Nothing but a number should be given: the count of lines in the listing that include "bins".

====== Material to process ======

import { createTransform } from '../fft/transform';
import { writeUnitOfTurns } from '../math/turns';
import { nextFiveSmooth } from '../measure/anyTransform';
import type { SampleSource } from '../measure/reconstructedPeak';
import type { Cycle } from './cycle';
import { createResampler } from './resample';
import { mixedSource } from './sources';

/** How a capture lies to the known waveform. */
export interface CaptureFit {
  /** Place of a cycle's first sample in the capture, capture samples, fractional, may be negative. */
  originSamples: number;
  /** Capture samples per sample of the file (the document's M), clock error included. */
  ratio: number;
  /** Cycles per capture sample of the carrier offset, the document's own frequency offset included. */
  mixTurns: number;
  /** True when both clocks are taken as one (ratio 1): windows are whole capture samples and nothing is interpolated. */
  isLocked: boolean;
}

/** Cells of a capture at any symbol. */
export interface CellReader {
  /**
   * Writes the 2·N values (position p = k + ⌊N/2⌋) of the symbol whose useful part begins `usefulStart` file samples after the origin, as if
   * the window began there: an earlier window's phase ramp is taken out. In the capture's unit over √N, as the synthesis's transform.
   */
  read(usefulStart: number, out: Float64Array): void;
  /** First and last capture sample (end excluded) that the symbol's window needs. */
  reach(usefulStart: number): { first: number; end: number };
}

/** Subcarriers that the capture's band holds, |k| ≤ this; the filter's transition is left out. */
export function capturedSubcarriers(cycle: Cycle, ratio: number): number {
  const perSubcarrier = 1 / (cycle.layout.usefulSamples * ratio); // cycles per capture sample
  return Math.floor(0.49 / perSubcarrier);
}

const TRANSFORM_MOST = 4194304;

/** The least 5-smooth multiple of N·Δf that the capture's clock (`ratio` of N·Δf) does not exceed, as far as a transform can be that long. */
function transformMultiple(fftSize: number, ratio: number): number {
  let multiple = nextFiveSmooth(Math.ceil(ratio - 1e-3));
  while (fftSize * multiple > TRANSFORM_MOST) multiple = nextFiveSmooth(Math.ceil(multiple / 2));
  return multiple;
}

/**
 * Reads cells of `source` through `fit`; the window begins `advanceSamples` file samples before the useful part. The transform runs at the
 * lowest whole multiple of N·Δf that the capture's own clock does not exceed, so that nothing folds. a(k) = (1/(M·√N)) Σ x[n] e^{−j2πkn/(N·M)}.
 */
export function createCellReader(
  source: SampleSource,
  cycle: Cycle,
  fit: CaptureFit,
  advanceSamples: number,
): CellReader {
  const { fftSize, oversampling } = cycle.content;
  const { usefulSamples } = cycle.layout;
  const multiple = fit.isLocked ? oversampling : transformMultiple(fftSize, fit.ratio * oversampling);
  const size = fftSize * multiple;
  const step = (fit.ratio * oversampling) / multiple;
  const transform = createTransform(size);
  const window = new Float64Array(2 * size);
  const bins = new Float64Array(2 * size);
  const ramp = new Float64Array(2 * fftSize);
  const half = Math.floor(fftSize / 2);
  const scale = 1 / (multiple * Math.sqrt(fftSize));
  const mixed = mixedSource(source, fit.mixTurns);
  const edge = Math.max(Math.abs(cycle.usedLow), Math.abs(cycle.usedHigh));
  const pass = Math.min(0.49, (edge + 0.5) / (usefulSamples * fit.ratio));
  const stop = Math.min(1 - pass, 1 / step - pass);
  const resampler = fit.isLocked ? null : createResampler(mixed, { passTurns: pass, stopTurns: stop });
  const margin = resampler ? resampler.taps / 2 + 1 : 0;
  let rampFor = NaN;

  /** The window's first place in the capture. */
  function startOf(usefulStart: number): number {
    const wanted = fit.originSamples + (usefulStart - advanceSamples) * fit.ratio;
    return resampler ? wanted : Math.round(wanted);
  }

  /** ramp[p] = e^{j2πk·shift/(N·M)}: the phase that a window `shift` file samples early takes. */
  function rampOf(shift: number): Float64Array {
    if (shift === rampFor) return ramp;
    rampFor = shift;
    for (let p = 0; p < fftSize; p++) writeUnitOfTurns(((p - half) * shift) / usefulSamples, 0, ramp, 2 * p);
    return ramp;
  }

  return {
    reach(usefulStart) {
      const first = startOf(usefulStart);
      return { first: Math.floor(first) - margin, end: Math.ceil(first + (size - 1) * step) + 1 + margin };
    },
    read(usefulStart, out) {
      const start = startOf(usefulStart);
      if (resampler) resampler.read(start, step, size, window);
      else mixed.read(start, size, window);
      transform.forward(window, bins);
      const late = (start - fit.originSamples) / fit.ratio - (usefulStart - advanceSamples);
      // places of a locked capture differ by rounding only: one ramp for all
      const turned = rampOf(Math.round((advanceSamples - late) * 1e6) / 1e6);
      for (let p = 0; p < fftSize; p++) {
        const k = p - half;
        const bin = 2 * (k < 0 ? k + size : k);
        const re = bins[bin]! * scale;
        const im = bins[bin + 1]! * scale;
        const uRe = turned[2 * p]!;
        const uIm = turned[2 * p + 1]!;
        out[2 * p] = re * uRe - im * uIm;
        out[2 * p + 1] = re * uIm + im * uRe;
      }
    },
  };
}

======

Answer section: 4